╭─ Dataset

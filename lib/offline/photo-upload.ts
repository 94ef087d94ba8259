import { presignUploadResponseSchema } from "@/lib/schemas/upload-response";
import type { FieldDb, LocalPhoto } from "./db";

/**
 * Uploads the photos of records the server has confirmed, one photo at a time: presign, PUT
 * straight to storage with progress, confirm. Each photo is its own unit of work, so a dropped
 * connection costs only the photo in flight, which starts again on the next round.
 */

function put(
  url: string,
  blob: Blob,
  headers: Record<string, string>,
  onProgress: (loaded: number) => void,
): Promise<number> {
  return new Promise((resolve, reject) => {
    const xhr = new XMLHttpRequest();
    xhr.open("PUT", url);
    for (const [k, v] of Object.entries(headers)) xhr.setRequestHeader(k, v);
    xhr.upload.onprogress = (e) => onProgress(e.loaded);
    xhr.onload = () => resolve(xhr.status);
    xhr.onerror = () => reject(new Error("The upload lost its connection."));
    xhr.send(blob);
  });
}

async function uploadOne(db: FieldDb, photo: LocalPhoto): Promise<void> {
  await db.photos.update(photo.id, { state: "uploading", uploadedBytes: 0, lastError: null });
  const start = await fetch(`/api/projects/${photo.projectId}/uploads`, {
    method: "POST",
    headers: { "Content-Type": "application/json" },
    credentials: "same-origin",
    body: JSON.stringify({
      purpose: "record_photo",
      contentType: photo.contentType,
      sizeBytes: photo.sizeBytes,
      originalName: `${photo.id}.jpg`,
      recordId: photo.recordId,
    }),
  });
  if (!start.ok) throw new Error(`The server would not take the photo (${start.status}).`);
  const presigned = presignUploadResponseSchema.safeParse(await start.json().catch(() => null));
  if (!presigned.success) throw new Error(PHOTO_UNREADABLE);
  const { attachmentId, uploadUrl, headers } = presigned.data;
  await db.photos.update(photo.id, { attachmentId });
  let lastWrite = 0;
  const status = await put(uploadUrl, photo.blob, headers ?? {}, (loaded) => {
    // Progress goes to the tablet database a few times a second at most.
    if (Date.now() - lastWrite > 250) {
      lastWrite = Date.now();
      void db.photos.update(photo.id, { uploadedBytes: loaded });
    }
  });
  if (status < 200 || status >= 300) throw new Error(`Storage answered ${status}.`);
  const confirm = await fetch(`/api/projects/${photo.projectId}/uploads/${attachmentId}/confirm`, {
    method: "POST",
    credentials: "same-origin",
  });
  if (!confirm.ok) throw new Error(`The server did not accept the photo (${confirm.status}).`);
  await db.photos.update(photo.id, { state: "stored", uploadedBytes: photo.sizeBytes });
}

/** The server's answer to starting an upload does not match its contract: nothing is sent, the photo waits. */
export const PHOTO_UNREADABLE =
  "The server's answer could not be read, so the photo was not sent. It stays on this tablet and is sent later.";

export const PHOTO_NO_CONNECTION =
  "No connection to the server. The photo stays on this tablet and is sent when there is signal.";

let running: Promise<void> | null = null;

export function uploadPhotos(db: FieldDb): Promise<void> {
  running ??= (async () => {
    try {
      const waiting = await db.photos.where("state").anyOf("queued", "uploading", "failed").toArray();
      for (const photo of waiting) {
        const record = await db.records.get(photo.recordId);
        if (record?.syncState !== "synced") continue; // a photo follows its record
        try {
          await uploadOne(db, photo);
        } catch (error) {
          // fetch() fails with a TypeError whose words ("Failed to fetch") mean nothing to the crew.
          const lastError = error instanceof TypeError ? PHOTO_NO_CONNECTION : (error as Error).message;
          await db.photos.update(photo.id, { state: "failed", lastError });
        }
      }
    } finally {
      running = null;
    }
  })();
  return running;
}
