export async function evaluateTendon(
  db: Kysely<Database>,
  input: { projectId: string; tendonId: string; reason: string },
): Promise<EvaluationOutcome> {
  const basis = await loadTendonBasis(db, input);
  const { project, tendon, pour } = basis;

  const all = await db
    .selectFrom("records")
    .selectAll()
    .where("project_id", "=", input.projectId)
    .where("tendon_id", "=", input.tendonId)
    .orderBy("device_time")
    .orderBy("revision")
    .execute();

  // The head revision of each chain; per end, the chain stressed last is the current one.
  const heads = new Map<string, (typeof all)[number]>();
  for (const r of all) {
    const seen = heads.get(r.chain_id);
    if (!seen || r.revision > seen.revision) heads.set(r.chain_id, r);
  }
  const chainsByEnd = { A: [] as (typeof all)[number][], B: [] as (typeof all)[number][] };
  for (const head of heads.values()) chainsByEnd[head.tendon_end].push(head);
  for (const list of Object.values(chainsByEnd))
    list.sort((a, b) => +new Date(a.device_time) - +new Date(b.device_time));
  const current = (["A", "B"] as const).flatMap((end) => chainsByEnd[end].slice(-1));

  // A stressing that reached the server after an engineer ordered a restress answers that
  // order, whether or not the tablet knew of it (so only when an end was stressed again).
  const stressedAgain = chainsByEnd.A.length > 1 || chainsByEnd.B.length > 1;
  const restressOrders = !stressedAgain
    ? []
    : await db
        .selectFrom("dispositions")
        .select(["id", "created_at"])
        .where("project_id", "=", input.projectId)
        .where("tendon_id", "=", input.tendonId)
        .where("decision", "in", ["restress", "detension_restress"])
        .orderBy("created_at")
        .execute();
  const answeredOrder = (r: (typeof all)[number]): string | null =>
    r.restress_of_disposition_id ??
    restressOrders.filter((d) => new Date(d.created_at) < new Date(r.received_at)).at(-1)?.id ??
    null;

  const findings: Finding[] = [];
  const readings: EndReading[] = [];
  const usedCalibrations: Record<string, unknown>[] = [];
  const achievedForces: number[] = [];
  let equipmentGripMm: number | null = null;

  for (const end of ["A", "B"] as const) {
    const chains = chainsByEnd[end];
    const latest = chains.at(-1);
    if (chains.length > 1 && latest && !answeredOrder(latest)) {
      findings.push({
        kind: "stressed_twice",
        reason: `End ${end} was stressed ${chains.length} times and the last stressing is not linked to an engineer's disposition.`,
        recordId: latest.id,
      });
    }
  }

  // The equipment sets of the current records and all their calibrations, in one query.
  const setIds = [...new Set(current.map((r) => r.equipment_set_id))];
  const setRows = setIds.length
    ? await db
        .selectFrom("equipment_sets")
        .leftJoin("calibrations", (j) =>
          j
            .onRef("calibrations.equipment_set_id", "=", "equipment_sets.id")
            .onRef("calibrations.project_id", "=", "equipment_sets.project_id"),
        )
        .select([
          "equipment_sets.id as setId",
          "equipment_sets.name",
          "equipment_sets.jack_grip_mm",
          "calibrations.id",
          "calibrations.calibrated_on",
          "calibrations.valid_until",
          "calibrations.slope_n_per_mpa",
          "calibrations.intercept_n",
          "calibrations.min_pressure_mpa",
          "calibrations.max_pressure_mpa",
        ])
        .where("equipment_sets.project_id", "=", input.projectId)
        .where("equipment_sets.id", "in", setIds)
        .execute()
    : [];
  const calibrationsOf = (setId: string): Calibration[] =>
    setRows
      .filter((r): r is typeof r & Calibration => r.setId === setId && r.id !== null)
      .sort((a, b) => b.calibrated_on.localeCompare(a.calibrated_on));

  for (const record of current) {
    const set = setRows.find((r) => r.setId === record.equipment_set_id);
    if (!set) throw new Error(`equipment set ${record.equipment_set_id} of record ${record.id} is not on the project`);
    equipmentGripMm ??= set.jack_grip_mm;
    const day = isoDay(record.device_time);
    // The calibration the crew picked, else the latest one made on or before the stressing day.
    const calibration: Calibration | undefined = record.calibration_id
      ? calibrationsOf(set.setId).find((c) => c.id === record.calibration_id)
      : calibrationsOf(set.setId).find((c) => c.calibrated_on <= day);

    if (!calibration || day > calibration.valid_until || day < calibration.calibrated_on) {
      findings.push({
        kind: "calibration_expired",
        reason: calibration
          ? `${set.name} was used on ${day}, outside its calibration (${calibration.calibrated_on} to ${calibration.valid_until}).` +
            (record.expired_calibration_reason ? ` Crew's reason: ${record.expired_calibration_reason}` : "")
          : `${set.name} had no calibration covering ${day}.`,
        recordId: record.id,
      });
    }
    if (calibration) {
      const outside = [record.initial_pressure_mpa, record.final_pressure_mpa].filter(
        (p): p is number =>
          p !== null && p > 0 && (p < calibration.min_pressure_mpa || p > calibration.max_pressure_mpa),
      );
      if (outside.length) {
        findings.push({
          kind: "calibration_range",
          reason: `Gauge reading ${outside.map((p) => showPressure(project, p)).join(", ")} at end ${record.tendon_end} is outside the calibrated range ${showPressure(project, calibration.min_pressure_mpa)} to ${showPressure(project, calibration.max_pressure_mpa)}.`,
          recordId: record.id,
        });
      }
      // A dial is read to its graduation (at most 100 psi, UFGS 02490): a reading within half a
      // graduation of the mark is at the mark, so the limits are checked on the lowest force the
      // reading allows.
      achievedForces.push(
        forceFromPressure(line(calibration), Math.max(0, record.final_pressure_mpa - HALF_GRADUATION_MPA)),
      );
      usedCalibrations.push({ recordId: record.id, equipmentSet: set.name, ...calibration });
    }
    if (record.wire_breaks > 0) {
      findings.push({
        kind: "wire_break",
        reason: `${record.wire_breaks} wire break${record.wire_breaks > 1 ? "s" : ""} reported at end ${record.tendon_end}.`,
        recordId: record.id,
      });
    }
    readings.push({
      end: record.tendon_end,
      measuredMm: record.measured_mm,
      initialPressureMPa: record.initial_pressure_mpa,
      finalPressureMPa: record.final_pressure_mpa,
      calibration: calibration ? line(calibration) : null,
    });
  }

  const predicted = predictTendon({ project, tendon, lot: basis.lot, equipmentGripMm });

  // Limits are checked on the force the gauge says was reached, against the specified strand.
  const nominal = findStrandSize(tendon.strandSize);
  if (nominal && achievedForces.length) {
    const achievedN = Math.max(...achievedForces);
    const atAchieved = predictTendon({ project, tendon, lot: basis.lot, equipmentGripMm, jackingForceN: achievedN });
    const checks = checkStressLimits({
      breakingLoadPerStrandN: nominal.minBreakingStrengthN,
      strandCount: tendon.strandCount,
      jackingForceN: achievedN,
      anchorForceAfterN: atAchieved.prediction.seating?.anchorForceAfterN,
    });
    for (const check of checks) {
      if (check.code === "jacking-over-limit") {
        findings.push({
          kind: "jacking_over_limit",
          reason: `Jacking force reached at least ${showForce(project, check.value)} (gauge reading less half a graduation), above 0.80·fpu·A = ${showForce(project, check.limit)} (ACI 318-19 Table 20.3.2.5.1).`,
          recordId: current[0]?.id ?? null,
        });
      }
      if (check.code === "anchor-over-limit") {
        findings.push({
          kind: "anchor_over_limit",
          reason: `Force at the anchor after seating ${showForce(project, check.value)} is above 0.70·fpu·A = ${showForce(project, check.limit)} (ACI 318-19 Table 20.3.2.5.1).`,
          recordId: current[0]?.id ?? null,
        });
      }
    }
  }

  let verdict: Verdict = "incomplete";
  let provisional = true;
  let deviationPct: number | null = null;
  let measuredMm: number | null = null;
  let judgement: ReturnType<typeof judgeTendon> | null = null;
  if (readings.length) {
    judgement = judgeTendon({ project, tendon, predicted, readings });
    provisional = judgement.provisional;
    verdict = judgement.comparison.verdict;
    deviationPct = judgement.comparison.deviationPct;
    measuredMm = judgement.measuredMm;
    if (!provisional && verdict !== "in band") {
      const c = judgement.comparison;
      findings.push({
        kind: "out_of_band",
        reason:
          `Measured ${showLength(project, judgement.measuredMm)} against ${showLength(project, predicted.predictedMm)} predicted ` +
          `(${project.comparisonBasis === "net" ? "net of anchor set" : "gross at jacking"}): ${showPct(c.deviationPct)}, ` +
          `${verdict} of the ±${project.tolerancePct} % band (${showLength(project, c.lowerMm)} to ${showLength(project, c.upperMm)}).`,
        recordId: current.at(-1)?.id ?? null,
      });
    }
  }

  if (current.length && project.requiredConcreteMpa !== null) {
    const strength = pour.concreteStrengthMpa;
    if (strength === null || strength < project.requiredConcreteMpa) {
      findings.push({
        kind: "concrete_unconfirmed",
        reason:
          strength === null
            ? `Stressed before the pour's concrete strength (${project.requiredConcreteMpa} MPa required) was confirmed.`
            : `Confirmed concrete strength ${strength} MPa is below the ${project.requiredConcreteMpa} MPa required before stressing.`,
        recordId: current[0]?.id ?? null,
      });
    }
  }

  const evaluation = await db
    .insertInto("evaluations")
    .values({
      project_id: input.projectId,
      tendon_id: input.tendonId,
      record_ids: current.map((r) => r.id),
      reason: input.reason,
      engine_version: ENGINE_VERSION,
      inputs: JSON.stringify({
        project,
        tendon,
        strand: predicted.strand,
        lot: basis.lot,
        jackingForceN: predicted.jackingForceN,
        gripMm: predicted.gripMm,
        pour: { id: pour.id, concreteStrengthMpa: pour.concreteStrengthMpa },
        readings,
        calibrations: usedCalibrations,
      }),
      result: JSON.stringify({
        prediction: predicted.prediction,
        predictedMm: predicted.predictedMm,
        judgement,
        findings,
      }),
      verdict,
      provisional,
      deviation_pct: deviationPct,
      predicted_mm: predicted.predictedMm,
      measured_mm: measuredMm,
    })
    .returning("id")
    .executeTakeFirstOrThrow();

  // A rule already flagged and still open on this tendon is not raised again.
  const open = await db
    .selectFrom("flags")
    .select(["kind", "record_id"])
    .where("project_id", "=", input.projectId)
    .where("tendon_id", "=", input.tendonId)
    .where("status", "!=", "closed")
    .execute();
  const fresh = findings.filter((f) => !open.some((o) => o.kind === f.kind));
  const unique = fresh.filter((f, i) => fresh.findIndex((g) => g.kind === f.kind) === i);

  const created: { id: string; kind: FlagKind; reason: string }[] = [];
  for (const f of unique) {
    const flag = await db
      .insertInto("flags")
      .values({
        project_id: input.projectId,
        pour_id: pour.id,
        tendon_id: input.tendonId,
        record_id: f.recordId,
        evaluation_id: evaluation.id,
        kind: f.kind,
        reason: f.reason,
      })
      .returning(["id", "kind", "reason"])
      .executeTakeFirstOrThrow();
    created.push(flag);
  }

  await closeRestressedFlags(db, {
    projectId: input.projectId,
    dispositionIds: current.map(answeredOrder).filter((id): id is string => Boolean(id)),
    verdict,
    provisional,
    evaluationId: evaluation.id,
  });

  if (created.length) {
    const recipients = [
      ...new Set([project.engineerOfRecordEmail, ...project.notifyEmails].filter((e): e is string => Boolean(e))),
    ];
    if (recipients.length) {
      const mail = flagMail({
        to: recipients,
        projectName: project.name,
        pourName: pour.name,
        tendonTag: tendon.tag,
        flags: created,
        verdictLine:
          deviationPct === null
            ? "No elongation reading yet."
            : `${verdict}${provisional ? " (provisional: not every end read)" : ""}, ${showPct(deviationPct)}`,
        basisLine:
          `${project.comparisonBasis === "net" ? "Net of anchor set" : "Gross at jacking"}, ±${project.tolerancePct} % band, ` +
          `μ ${project.frictionMu}, K ${project.wobblePerM.toFixed(4)} per m, anchor set ${showLength(project, project.anchorSetMm)}, ` +
          `${predicted.strand.source === "strand lot" ? `strand lot ${basis.lot?.lotNumber}` : "nominal strand values"}.`,
        url: `${env.APP_URL}/projects/${input.projectId}/tendons/${input.tendonId}/flags`,
      });
      await db
        .insertInto("notifications")
        .values({
          project_id: input.projectId,
          flag_id: created[0]!.id,
          dedupe_key: `evaluation:${evaluation.id}`,
          to_emails: recipients,
          subject: mail.subject,
          text_body: mail.text,
          html_body: mail.html,
        })
        .execute();
    }
  }

  return { evaluationId: evaluation.id, verdict, provisional, deviationPct, flagKinds: created.map((c) => c.kind) };
}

╰─

* Your task *
Report each line in the entries where the string "stays" occurs.

* Exercise solution *
  "The server's answer could not be read, so the photo was not sent. It stays on this tablet and is sent later.";
  "No connection to the server. The photo stays on this tablet and is sent when there is signal.";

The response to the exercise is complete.